EXERCISE GOAL =>
Give back exactly the lines that start at the one containing "else if real(l.Thickness.V)" and run to the end of the material below, both ends included.

SOURCE DATA =>
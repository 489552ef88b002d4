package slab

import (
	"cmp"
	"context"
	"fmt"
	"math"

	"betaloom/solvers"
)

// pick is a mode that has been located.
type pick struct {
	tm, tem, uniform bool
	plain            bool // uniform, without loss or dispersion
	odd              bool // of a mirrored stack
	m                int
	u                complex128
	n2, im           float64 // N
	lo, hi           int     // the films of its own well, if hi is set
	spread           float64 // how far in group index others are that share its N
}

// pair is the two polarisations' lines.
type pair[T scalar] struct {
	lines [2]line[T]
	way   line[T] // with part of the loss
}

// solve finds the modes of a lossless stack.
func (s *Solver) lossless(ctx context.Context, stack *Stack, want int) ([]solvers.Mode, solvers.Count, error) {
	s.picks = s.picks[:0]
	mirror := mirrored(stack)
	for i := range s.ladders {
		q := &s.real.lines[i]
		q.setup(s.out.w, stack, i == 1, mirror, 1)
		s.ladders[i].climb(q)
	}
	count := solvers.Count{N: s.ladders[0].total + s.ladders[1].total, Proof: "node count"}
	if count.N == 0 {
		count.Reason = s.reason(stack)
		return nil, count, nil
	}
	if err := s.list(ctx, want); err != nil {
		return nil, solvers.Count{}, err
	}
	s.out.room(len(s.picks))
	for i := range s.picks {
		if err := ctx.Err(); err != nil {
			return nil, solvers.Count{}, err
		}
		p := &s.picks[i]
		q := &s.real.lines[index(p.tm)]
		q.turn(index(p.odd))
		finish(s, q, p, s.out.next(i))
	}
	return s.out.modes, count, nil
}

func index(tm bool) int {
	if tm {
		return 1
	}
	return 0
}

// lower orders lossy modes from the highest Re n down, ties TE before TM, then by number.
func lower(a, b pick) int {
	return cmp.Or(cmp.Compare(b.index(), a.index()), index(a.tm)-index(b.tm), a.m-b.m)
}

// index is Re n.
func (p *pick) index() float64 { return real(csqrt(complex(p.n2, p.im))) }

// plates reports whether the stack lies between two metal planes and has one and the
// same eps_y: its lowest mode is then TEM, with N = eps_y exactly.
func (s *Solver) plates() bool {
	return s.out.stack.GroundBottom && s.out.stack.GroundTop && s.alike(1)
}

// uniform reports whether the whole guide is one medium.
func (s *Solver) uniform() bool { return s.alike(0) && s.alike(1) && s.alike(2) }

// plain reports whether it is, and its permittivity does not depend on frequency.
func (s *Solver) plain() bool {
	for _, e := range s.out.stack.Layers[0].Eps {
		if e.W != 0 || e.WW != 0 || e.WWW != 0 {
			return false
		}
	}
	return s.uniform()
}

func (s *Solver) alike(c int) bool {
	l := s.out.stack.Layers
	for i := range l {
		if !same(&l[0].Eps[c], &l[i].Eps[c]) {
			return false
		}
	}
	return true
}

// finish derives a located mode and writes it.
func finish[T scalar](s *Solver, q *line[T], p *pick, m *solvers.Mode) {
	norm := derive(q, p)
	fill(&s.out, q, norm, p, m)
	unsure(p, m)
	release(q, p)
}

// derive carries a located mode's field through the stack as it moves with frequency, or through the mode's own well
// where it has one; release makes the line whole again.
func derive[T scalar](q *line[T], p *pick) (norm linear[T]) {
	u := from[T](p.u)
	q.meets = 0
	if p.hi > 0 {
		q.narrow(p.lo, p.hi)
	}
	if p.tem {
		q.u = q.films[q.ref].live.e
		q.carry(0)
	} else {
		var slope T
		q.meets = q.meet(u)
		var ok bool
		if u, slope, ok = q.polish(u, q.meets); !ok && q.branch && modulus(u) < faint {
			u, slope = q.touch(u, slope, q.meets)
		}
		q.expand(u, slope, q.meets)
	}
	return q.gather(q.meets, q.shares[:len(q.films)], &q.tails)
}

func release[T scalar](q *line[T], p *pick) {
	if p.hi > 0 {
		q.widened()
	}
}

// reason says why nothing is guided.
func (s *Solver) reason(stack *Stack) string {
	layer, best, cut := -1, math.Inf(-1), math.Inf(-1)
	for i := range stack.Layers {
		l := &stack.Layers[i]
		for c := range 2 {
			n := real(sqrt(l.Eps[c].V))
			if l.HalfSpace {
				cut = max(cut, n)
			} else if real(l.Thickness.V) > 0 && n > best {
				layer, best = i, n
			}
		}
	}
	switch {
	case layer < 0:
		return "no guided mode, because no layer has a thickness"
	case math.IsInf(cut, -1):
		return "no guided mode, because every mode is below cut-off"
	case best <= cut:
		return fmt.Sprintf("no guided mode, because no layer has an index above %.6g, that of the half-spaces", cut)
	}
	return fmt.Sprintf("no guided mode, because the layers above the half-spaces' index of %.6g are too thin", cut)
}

OUTPUT OF THE TASK =>
			} else if real(l.Thickness.V) > 0 && n > best {
				layer, best = i, n
			}
		}
	}
	switch {
	case layer < 0:
		return "no guided mode, because no layer has a thickness"
	case math.IsInf(cut, -1):
		return "no guided mode, because every mode is below cut-off"
	case best <= cut:
		return fmt.Sprintf("no guided mode, because no layer has an index above %.6g, that of the half-spaces", cut)
	}
	return fmt.Sprintf("no guided mode, because the layers above the half-spaces' index of %.6g are too thin", cut)
}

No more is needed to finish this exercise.